Modeling the Impact of Excipients Selection on Nitrosamine Formation towards Risk Mitigation
Abstract
Risk control for nitrosamine impurities in drug products is currently a major challenge in the industry. Nitrosamines can form during drug product manufacturing and storage through the reaction of nitrites with amine-containing APIs or impurities. The level of nitrites in excipients and the rate of reaction often control the build-up of nitrosamine. Although the variability in nitrite levels across excipient types and suppliers is well recognized, the impact of excipient selection on the level of nitrosamine formed has not been systematically studied. This gap of knowledge is addressed in the current work. We present theoretical case studies of formulations where microcrystalline cellulose (MCC), or lactose supplier, or superdisintegrant type are changed in pursuit of lower levels of nitrite. The impact of the average, maximum, and minimum levels of nitrites in each excipient on nitrosamine formation in the dosage form is calculated. The input data for this calculation are the formulation composition, nitrosamine molecular weight (MW), percentage of conversion, and nitrite levels per excipient. The percentage of conversion (based on the formulation and manufacturing variables) and nitrite levels were taken from the recent literature. We show that changing the supplier of a single excipient, or of the three most critical excipients, can reduce nitrosamine formation by up to −59% and −89%, respectively. We also show that high-risk formulations, e.g., high MW nitrosamines, high dosage weights, and high percentages of conversion (e.g., wet granulation), can often be de-risked below regulatory acceptable daily intake via careful excipient selection. Finally, we provide an open-access tool that enables users to calculate the theoretical formation of nitrosamines in their specific formulations. This calculation template can be used for (i) the preliminary screening of the risk of nitrosamine formation in drug products and (ii) the preliminary assessment of the impact of excipient selection for risk mitigation.
Introduction
Nitrosamines are recognized to be probable or possible human cancerogenic substances and have been found in many pharmaceutical products [1,2]. Regulatory agencies worldwide have recently prompted marketing authorization holders (MAHs) to take action in relation to this health concern [3]. Both the Food and Drug Administration (FDA) and the European Medicines Agency (EMA) have issued guidance indicating the steps that MAHs should follow to evaluate the risk of nitrosamines, test for their presence, and eventually implement changes in pursuit of the reduction in nitrosamines in drug products. About 15% to 40% of all active pharmaceutical ingredients (APIs) are at risk of nitrosamine formation, and this challenge is shared across different compounds and pharmacological classes [4].
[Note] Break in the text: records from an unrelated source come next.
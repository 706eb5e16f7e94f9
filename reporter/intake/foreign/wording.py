"""Cells of readings that are no plain number: words with a known meaning, sentinels, and words to ask about."""

from __future__ import annotations

from collections.abc import Mapping, Sequence

from reporter.intake.dates import Fault
from reporter.intake.foreign.columns import Lane
from reporter.intake.foreign.grid import Grid, letters
from reporter.intake.foreign.mapping import meaning_of
from reporter.intake.foreign.model import Desk, Option
from reporter.intake.foreign.numbers import NumberStyle
from reporter.intake.readings import reading_of
from reporter.intake.sheets import sentinels
from reporter.intake.table import Cell, Raw, clean, plain_number
from reporter.record import Reading, ReadingKind

#: More different unknown words than this in one column, and it is said to hold no readings.
MANY_WORDS = 12
_KINDS = (
    ReadingKind.BLANK, ReadingKind.NOT_DETECTED, ReadingKind.OVER, ReadingKind.CALIBRATION, ReadingKind.ERROR
)  # fmt: skip
_LOOKALIKES = str.maketrans({"O": "0", "o": "0", "l": "1", "I": "1"})


def read_cell(value: Raw, unit: str, style: NumberStyle, words: Mapping[str, str]) -> Reading | Fault:
    """What one cell of a reading holds, by the number style and the words of a mapping."""
    text = plain_number(value) if isinstance(value, float) else clean(value) if isinstance(value, str) else ""
    meaning = words.get(text)
    if meaning is not None and meaning != "number":
        kind = meaning_of(meaning)
        if kind is not None:
            return Reading(kind, None, text)
        value = meaning
    if isinstance(value, str):
        value = style.plain(value) if meaning is None else value
    found = reading_of(Cell("", value), unit)
    if isinstance(found, Reading) and isinstance(value, str) and found.text != text:
        return Reading(found.kind, found.value, text)
    return found


def words_of(lanes: Sequence[Lane], style: NumberStyle, desk: Desk, grid: Grid) -> tuple[tuple[str, str], ...]:
    """The words of a file with meanings that are not those everyone knows; unknown ones are asked about."""
    words: dict[str, str] = {}
    for lane in lanes:
        unknown: dict[str, Fault] = {}
        for value in dict.fromkeys(cell for cell in lane.cells if isinstance(cell, (str, float))):
            read = read_cell(value, lane.unit, style, words)
            text = plain_number(value) if isinstance(value, float) else clean(value)
            if isinstance(read, Fault):
                unknown.setdefault(text, read)
            elif read.kind is ReadingKind.NUMBER and read.value in sentinels():
                words[text] = _sentinel(text, lane, desk)
        for text, fault in list(unknown.items())[:MANY_WORDS]:
            meaning = _unknown(text, fault, lane, desk, style)
            if meaning:
                words[text] = meaning
        if len(unknown) > MANY_WORDS:
            found = f"{len(unknown)} different texts, such as {next(iter(unknown))!r}"
            desk.ask(f"column.{letters(lane.column)}.words", "Does this column hold readings?", found, ())
    return tuple((word, meaning) for word, meaning in words.items() if meaning)


def _sentinel(text: str, lane: Lane, desk: Desk) -> str:
    """A number that loggers write for a missing value, where it could be measured."""
    options = (Option("error value", "no reading"), Option("number", "it was measured"))
    return desk.ask(
        f"word.{text}", f"What does {text} in {lane.name} mean?", "a number loggers write for none", options
    )


def _unknown(text: str, fault: Fault, lane: Lane, desk: Desk, style: NumberStyle) -> str:
    plain = style.plain(text)
    if fault.code == "error-value":
        return ""
    if fault.code == "out-of-range":
        try:
            value = float(plain)
        except ValueError:
            return ""
        if value in sentinels():
            desk.say(f"{lane.name}: {text} is no reading, as loggers write for a missing value")
            return "error value"
        return ""
    options = [Option(kind.value) for kind in _KINDS]
    repaired = plain.translate(_LOOKALIKES)
    if repaired != plain and not isinstance(reading_of(Cell("", repaired), lane.unit), Fault):
        options.append(Option(repaired, "letters were typed for digits"))
    return desk.ask(f"word.{text}", f"What does {text!r} in {lane.name} mean?", fault.found, options)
Nitrosamines are not directly cancerogenic, but require metabolic activation by certain enzymes of the P450 cytochrome family. Nitrosamines can be converted into alkylating agents (typically alkyldiazonium ions) that can interact with DNA [5]. Both metabolism and alkylation steps are covalent reactions that are typically influenced by steric and electronic interactions. Hence, the specific chemical features of a given nitrosamine can either decrease or increase their potency. A second aspect that could influence the cancerogenic potential of a nitrosamine is related to biological and pharmacokinetic complexities. Factors like absorption, distribution, clearance, and metabolism within physiological conditions could all influence the potency of a given nitrosamine. For example, aromatic N-nitrosamine can be subjected to Fischer–Hepp rearrangement under acidic conditions to form para-nitrosoarylamines. For a deeper understanding of the potency/mutagenicity of various nitrosamines, readers are referred to articles in the recent literature [4,6,7,8,9]. The topic of nitrosamine potency goes beyond the focus of this work. Here, we show the impact of excipient selection on nitrosamines formed during processing and tablet storage, with the objective of mitigating the risk to exceed acceptable daily intakes (ADIs) proposed by regulatory agencies.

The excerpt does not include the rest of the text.